#### Exercise instructions:
Among the entries below, find each line with "states" and show it.

(Saved data entries)
[Start of section]

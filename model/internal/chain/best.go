package chain

// collapseBelow is the share of a class's weight that has to be kept. Dropping one whole class and calling every row
// the other costs half of (1−q)² however the rows lie, which at q near 0 is less than any useful solution of a hard
// problem costs: a low J then says nothing. More than three wrong labels in four of a class can't be told from a
// class of another name, so such points are not solutions anyone wants.
const collapseBelow = 0.25

// collapsed tells whether the last measured point drops most of a class.
func (s *Scratch) collapsed() bool {
	return s.kept[0] < collapseBelow || s.kept[1] < collapseBelow
}

// mark is a point of a run that it can return to.
type mark struct {
	j         float64
	collapsed bool
	at        int // its w's name

	w     []float64
	alpha []float64
	keep  []bool
}

// note puts the last measured point, whose objective is j, in m.
func (s *Scratch) note(m *mark, j float64) {
	m.w, m.alpha, m.keep = resize(m.w, len(s.w)), resize(m.alpha, s.n), resize(m.keep, s.n)
	m.j, m.collapsed, m.at = j, s.collapsed(), s.at
	copy(m.w, s.w)
	copy(m.alpha, s.alpha)
	copy(m.keep, s.keep)
}

// take makes m the point that o is.
func (m *mark) take(o *mark) {
	m.j, m.collapsed, m.at = o.j, o.collapsed, o.at
	copy(m.w, o.w)
	copy(m.alpha, o.alpha)
	copy(m.keep, o.keep)
}

// jump goes to m.
func (s *Scratch) jump(m *mark) {
	if s.at != m.at {
		s.at = m.at
		copy(s.w, m.w)
	}
	copy(s.alpha, m.alpha)
	copy(s.keep, m.keep)
}

// remember makes the last measured point, whose objective is j, the best one.
func (s *Scratch) remember(j float64) { s.note(&s.best, j) }

// consider remembers the last measured point if it is better than the best: one that has not collapsed is better than
// one that has, and among like points the lower J is.
func (s *Scratch) consider(j float64) {
	c := s.collapsed()
	if c == s.best.collapsed && j < s.best.j || !c && s.best.collapsed {
		s.remember(j)
	}
}

// recall goes back to the best point.
func (s *Scratch) recall() { s.jump(&s.best) }

// end is the best point as a state.
func (s *Scratch) end(q float64, status Status) State {
	s.recall()
	return s.state(q, s.best.j, s.best.collapsed, status)
}

// Less tells whether a is the better end of a run at the same q and λ: one that has not collapsed before one that
// has, then the lower J.
func Less(a, b *State) bool {
	if a.Collapsed != b.Collapsed {
		return b.Collapsed
	}
	return a.J < b.J
}

// Best is the index of the best state. The running one, by index or −1 for none, stays unless another's J is lower by
// more than the share hysteresis of it: two bottoms of equal depth must not make scores jump at every retrain.
func Best(states []State, running int, hysteresis float64) int {
	best := 0
	for k := range states {
		if Less(&states[k], &states[best]) {
			best = k
		}
	}
	if running >= 0 && holds(&states[running], &states[best], hysteresis) {
		return running
	}
	return best
}

// holds tells whether the running state stays although best is at least as good.
func holds(running, best *State, hysteresis float64) bool {
	return running.Collapsed == best.Collapsed && best.J >= running.J*(1-hysteresis)
}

[End of section]

#### Solution to the problem:
func Best(states []State, running int, hysteresis float64) int {
	for k := range states {
		if Less(&states[k], &states[best]) {
	if running >= 0 && holds(&states[running], &states[best], hysteresis) {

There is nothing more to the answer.